I ran a test today with a DirectShow graph I assembled that had a Capture Filter assigned to my VOIP phone at the top of the graph. The app takes the audio from the capture filter and writes a WAV file, as part of the filter graph's operations. Out of curiosity I ran two copies of the program, fully expecting one of them to throw an error complaining that the capture device was "in use". Much to my surprise both copies of the program worked fine and each created its own WAV file of the recorded audio. The audio in both files was smooth and without problem and twins of each other in regards to the contained audio data.
Can I count on all DirectShow capture filters to exhibit the ability to be shared between multiple filter graphs? Or is every device/driver different?
If the filter instances don't share internally any exclusive access resources (such as hardware, specific TCP ports etc), you are free to duplicate them within a process, or in multiple processes. There are no implications as for specific filter to be only active in a single instance throughout the system.

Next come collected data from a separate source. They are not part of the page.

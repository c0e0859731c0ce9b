// @vitest-environment jsdom
import { QueryClient, QueryClientProvider } from '@tanstack/react-query';
import { cleanup, fireEvent, render, screen } from '@testing-library/react';
import { afterEach, describe, expect, it } from 'vitest';
import { SignInForm } from '@/features/auth/components/sign-in-form';

afterEach(cleanup);

function renderForm() {
  const client = new QueryClient();
  return render(
    <QueryClientProvider client={client}>
      <SignInForm />
    </QueryClientProvider>,
  );
}

describe('SignInForm', () => {
  it('shows the shared schema messages next to the fields and sends nothing', () => {
    renderForm();
    fireEvent.change(screen.getByLabelText('E-mail'), { target: { value: 'not an address' } });
    fireEvent.click(screen.getByRole('button', { name: 'Sign in' }));
    expect(screen.getByText('Enter a valid e-mail address.')).toBeTruthy();
    expect(screen.getByText('Enter your password.')).toBeTruthy();
    expect(screen.getByLabelText('E-mail').getAttribute('aria-invalid')).toBe('true');
  });

  describe('edge cases', () => {
    it('clears a field message once the value is valid', () => {
      renderForm();
      fireEvent.click(screen.getByRole('button', { name: 'Sign in' }));
      expect(screen.getByText('Enter your password.')).toBeTruthy();
      fireEvent.change(screen.getByLabelText('Password'), { target: { value: 'something' } });
      fireEvent.click(screen.getByRole('button', { name: 'Sign in' }));
      expect(screen.queryByText('Enter your password.')).toBeNull();
    });
  });
});
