describe('POST /api/repositories/:id/snapshots', () => {
  it('queues an engineer\'s zip (202, status queued, progress), and the load ends ready with the pairs of the same folder loaded directly', async () => {
    const repository = await buildRepository({ organisationId: team.organisation.id });
    const res = await upload(agents.engineer, repository.id, '2026.09', demoV1());
    expect(res.status, JSON.stringify(res.body)).toBe(202);
    const { snapshot } = res.body as SnapshotAnswerDTO;
    expect(snapshot).toMatchObject({ repositoryId: repository.id, label: '2026.09', source: 'archive', status: 'queued', startedById: team.engineer.id, error: null });
    expect(snapshot.progress).toEqual({ phase: 'unpacking', done: 0, total: 0 });

    const ready = await waitForSnapshot(snapshot.id);
    expect(ready.status, ready.error ?? '').toBe('ready');
    const read = (await agents.viewer.get(`/api/snapshots/${snapshot.id}`).expect(200)).body as SnapshotDTO;
    expect(read).toMatchObject({ status: 'ready', progress: null, error: null });
    expect(read.metrics?.classCount).toBeGreaterThan(0);
    // The archive was deleted once the load had read it.
    expect(fs.existsSync(storedArchivePath(snapshot.id))).toBe(false);
    expect(uploadFolderFiles()).toEqual([]);

    const direct = await buildRepository();
    const { snapshotId } = await loadFolder(direct, `${RELEASES}/v1`, 'v1');
    expect(await describedPairs(snapshot.id, repository.threshold)).toEqual(await describedPairs(snapshotId, direct.threshold));
  }, 120_000);

  it('answers the same archive sent again under its label with the existing snapshot; another archive under that label is 409 naming it', async () => {
    const repository = await buildRepository({ organisationId: team.organisation.id });
    const archive = demoV1();
    const first = await upload(agents.engineer, repository.id, 'r1', archive).expect(202);
    const again = await upload(agents.lead, repository.id, 'r1', archive);
    expect(again.status).toBe(200);
    expect((again.body as SnapshotAnswerDTO).snapshot.id).toBe(first.body.snapshot.id);

    const other = await upload(agents.engineer, repository.id, 'r1', zipOf(`${RELEASES}/v2`));
    expect(other.status).toBe(409);
    expect(other.body.error).toMatchObject({ code: 'conflict', field: 'label' });
    expect(other.body.error.message).toContain('"r1"');
    expect(await repositoryRows(repository)).toBe(1);
    await waitForSnapshot(first.body.snapshot.id);
    expect(uploadFolderFiles()).toEqual([]);
  }, 120_000);

  it('answers two different archives racing for one new label with one 202 and one 409, never 500', async () => {
    const repository = await buildRepository({ organisationId: team.organisation.id });
    const answers = await Promise.all([
      upload(agents.engineer, repository.id, 'race', zipOf(`${RELEASES}/v1`)),
      upload(agents.lead, repository.id, 'race', zipOf(`${RELEASES}/v2`)),
      upload(agents.otherEngineer, repository.id, 'race', zipOf(`${RELEASES}/v3`)),
    ]);
    expect(answers.map((a) => a.status).sort()).toEqual([202, 409, 409]);
    for (const a of answers.filter((a) => a.status === 409)) expect(a.body.error.field).toBe('label');
    expect(await repositoryRows(repository)).toBe(1);
    await waitForSnapshot(answers.find((a) => a.status === 202)!.body.snapshot.id);
    expect(uploadFolderFiles()).toEqual([]);
  }, 120_000);

  it('lets an upload token queue a load for its own repository only', async () => {
    const repository = await buildRepository({ organisationId: team.organisation.id });
    const sibling = await buildRepository({ organisationId: team.organisation.id });
    const created = (await agents.lead.post('/api/tokens').send({ name: 'CI push', repositoryId: repository.id }).expect(201)).body as CreatedApiTokenDTO;
    const bearer = { Authorization: `Bearer ${created.token}` };
    const own = await request(app).post(`/api/repositories/${repository.id}/snapshots`).set(bearer).field('label', 'ci-1').attach('archive', demoV1(), 'r.zip');
    expect(own.status, JSON.stringify(own.body)).toBe(202);
    expect(own.body.snapshot.startedById).toBeNull();
    const other = await request(app).post(`/api/repositories/${sibling.id}/snapshots`).set(bearer).field('label', 'ci-1').attach('archive', demoV1(), 'r.zip');
    expect(other.status).toBe(403);
    expect(await repositoryRows(sibling)).toBe(0);
    await waitForSnapshot(own.body.snapshot.id);
  }, 120_000);

  it('answers 400 naming the field for a missing label or archive, a JSON body, a control character or an extra file', async () => {
    const repository = await buildRepository({ organisationId: team.organisation.id });
    const cases: [request.Test, string][] = [
      [upload(agents.engineer, repository.id, undefined, demoV1()), 'label'],
      [upload(agents.engineer, repository.id, '   ', demoV1()), 'label'],
      [upload(agents.engineer, repository.id, 'x'.repeat(101), demoV1()), 'label'],
      [upload(agents.engineer, repository.id, 'r\u0007', demoV1()), 'label'],
      [upload(agents.engineer, repository.id, 'r1', undefined), 'archive'],
      [agents.engineer.post(`/api/repositories/${repository.id}/snapshots`).send({ label: 'r1' }), 'archive'],
      [upload(agents.engineer, repository.id, 'r1', demoV1()).attach('second', demoV1(), 'b.zip'), 'archive'],
    ];
    for (const [req, field] of cases) {
      const res = await req;
      expect(res.status, JSON.stringify(res.body)).toBe(400);
      expect(res.body.error.field).toBe(field);
    }
    expect(await repositoryRows(repository)).toBe(0);
    expect(uploadFolderFiles()).toEqual([]);
  });

  it('answers 404 for a repository of another organisation, before reading the upload', async () => {
    const foreign = await buildRepository();
    const res = await upload(agents.engineer, foreign.id, 'r1', demoV1());
    expect(res.status).toBe(404);
    expect(await repositoryRows(foreign)).toBe(0);
  });
});
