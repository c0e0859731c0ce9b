/**
 * The lowest Jaccard threshold any repository may use. The prefix index is written for it, and an
 * index prefix for this threshold serves every query at or above it exactly.
 */
export const INDEX_MIN_THRESHOLD = 0.6;

/**
 * Default analysis settings of a new repository, of `doublet scan` without flags and of find copies
 * without a threshold. A repository keeps the settings stored when it was created. The threshold
 * is 0.7 because the detection-quality benchmark (`npm run bench:quality`, README "Why 0.7") finds
 * every copy with one inserted statement there, against 87.5 % at 0.8.
 */
export const DEFAULT_REPOSITORY_SETTINGS = {
  threshold: 0.7,
  minTokens: 50,
  shingleSize: 3,
} as const;

/**
 * Bounds on the analysis of one file or pasted snippet, so that no input can make the work grow
 * faster than its size. A nested function is a fragment of its own and its tokens count again in
 * every function around it, so without them nesting makes the work grow with the square of the
 * depth. An input over a bound is refused with a reason that names it. Measured on 1,530
 * published and own JS/TS files: at most 9 levels of nested functions, and all fragments
 * together at most 2.9 times the file's tokens.
 */
export const ANALYSIS_LIMITS = {
  /** Functions and classes nested inside each other, at most (every language). */
  maxNestingDepth: 100,
  /** Fragments kept in one file, at most. */
  maxFragmentsPerFile: 10_000,
  /** Fragments of one snippet for find copies, at most (each is searched for on its own). */
  maxSnippetFragments: 1_000,
  /** The tokens of all kept fragments together, at most this multiple of the file's own tokens. */
  maxNestedTokenFactor: 8,
} as const;
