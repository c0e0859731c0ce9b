/**
 * The kinds of notice mail and their names, apart from the API's schemas (shared/api/notices.ts
 * re-exports them) so the server's mail code reads them without loading zod.
 */

/** The kinds of notice mail, in the order the account page lists them. */
export const NOTICE_KINDS = ['taskAssigned', 'taskAutoChanged', 'budgetExceeded', 'classesDrifted'] as const;

/** One kind of notice mail. */
export type NoticeKind = (typeof NOTICE_KINDS)[number];

/** What each kind is about, as the account page names it. */
export const NOTICE_LABELS: Record<NoticeKind, { label: string; description: string }> = {
  taskAssigned: { label: 'Task assigned to you', description: 'A lead assigns a refactor task to you.' },
  taskAutoChanged: {
    label: 'Your task done or reopened by a load',
    description: 'A new snapshot no longer has the copies of your task (done), or has them again (reopened).',
  },
  budgetExceeded: {
    label: 'Snapshot over its clone budget',
    description: 'For leads and admins: a new snapshot’s clone ratio without waived classes is over its repository’s budget.',
  },
  classesDrifted: {
    label: 'Drifted classes in a new snapshot',
    description: 'For leads, admins and assignees of their tasks: some copies of a class changed in a new snapshot while others did not.',
  },
};
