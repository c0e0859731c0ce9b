/**
 * A refactor task's statuses and their names, apart from the API's schemas (shared/api/tasks.ts
 * re-exports them) so the server's load path reads them without loading zod.
 */

/** A task's statuses, in the order work moves through them; won't do is a lead's close with a reason. */
export const TASK_STATUSES = ['open', 'in_progress', 'in_review', 'done', 'wont_do'] as const;
/** A task status. */
export type TaskStatus = (typeof TASK_STATUSES)[number];

/** The statuses of a task still to be worked on (the rest are closed). */
export const ACTIVE_TASK_STATUSES: readonly TaskStatus[] = ['open', 'in_progress', 'in_review'];

/** Human labels for the UI and the mails. */
export const TASK_STATUS_LABELS: Record<TaskStatus, string> = {
  open: 'Open',
  in_progress: 'In progress',
  in_review: 'In review',
  done: 'Done',
  wont_do: "Won't do",
};
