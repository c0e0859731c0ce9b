/**
 * The lowest Jaccard threshold any repository may use. The prefix index is written for it, and an
 * index prefix for this threshold serves every query at or above it exactly.
 */
export const INDEX_MIN_THRESHOLD = 0.6;

/** Default analysis settings of a new repository. */
export const DEFAULT_REPOSITORY_SETTINGS = {
  threshold: 0.8,
  minTokens: 50,
  shingleSize: 3,
} as const;
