/**
 * The four roles of a Doublet organisation, from most to least powerful. Each role may do
 * everything the roles after it may do (see shared/permissions.ts for the actions).
 * Plain data, no zod: the request schema of a role is shared/api/users.ts's roleSchema.
 */

/** Every role, most powerful first. The order is the hierarchy. */
export const ROLES = ['admin', 'lead', 'engineer', 'viewer'] as const;

/** One of the four roles. */
export type Role = (typeof ROLES)[number];

/** Human labels for the UI. */
export const ROLE_LABELS: Record<Role, string> = {
  admin: 'Admin',
  lead: 'Lead',
  engineer: 'Engineer',
  viewer: 'Viewer',
};

/**
 * How many roles sit below this one: admin 3 … viewer 0.
 *
 * @example
 * roleRank('lead') > roleRank('engineer') // true
 */
export function roleRank(role: Role): number {
  return ROLES.length - 1 - ROLES.indexOf(role);
}
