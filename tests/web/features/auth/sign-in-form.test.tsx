// @vitest-environment jsdom
import { QueryClient, QueryClientProvider } from '@tanstack/react-query';
import { cleanup, fireEvent, render, screen } from '@testing-library/react';
import { afterEach, describe, expect, it, vi } from 'vitest';
import { SignInForm } from '../../../../web/src/features/auth/components/sign-in-form';

// tests/run.ts builds the client before vitest, and vite's build sets NODE_ENV=production in
// that process, which vitest inherits: React would load its production build, which has no act().
vi.hoisted(() => {
  process.env.NODE_ENV = 'test';
});

afterEach(cleanup);

function renderForm() {
  const client = new QueryClient();
  return render(
    <QueryClientProvider client={client}>
      <SignInForm />
    </QueryClientProvider>,
  );
}

describe('SignInForm', () => {
  it('shows the shared schema messages next to the fields and sends nothing', () => {
    renderForm();
    fireEvent.change(screen.getByLabelText('E-mail'), { target: { value: 'not an address' } });
    fireEvent.click(screen.getByRole('button', { name: 'Sign in' }));
    expect(screen.getByText('Enter a valid e-mail address.')).toBeTruthy();
    expect(screen.getByText('Enter your password.')).toBeTruthy();
    expect(screen.getByLabelText('E-mail').getAttribute('aria-invalid')).toBe('true');
  });

  describe('edge cases', () => {
    it('clears a field message once the value is valid', () => {
      renderForm();
      fireEvent.click(screen.getByRole('button', { name: 'Sign in' }));
      expect(screen.getByText('Enter your password.')).toBeTruthy();
      fireEvent.change(screen.getByLabelText('Password'), { target: { value: 'something' } });
      fireEvent.click(screen.getByRole('button', { name: 'Sign in' }));
      expect(screen.queryByText('Enter your password.')).toBeNull();
    });
  });
});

Important example include:
USB video capture: a video capture device is normally intended to be used by one application only, so as soon as it is active it is locked no other application or filter instance can capture from it
Audio playback: popular user mode API for audio is a layer on top of actual playback implementation, internally a driver mixes audio from mutliple audio-enabled applications; so when you play audio, there is no exclusive lock involved because actualy device is shared between applications and there is code running around which combines audio from the applications transparently.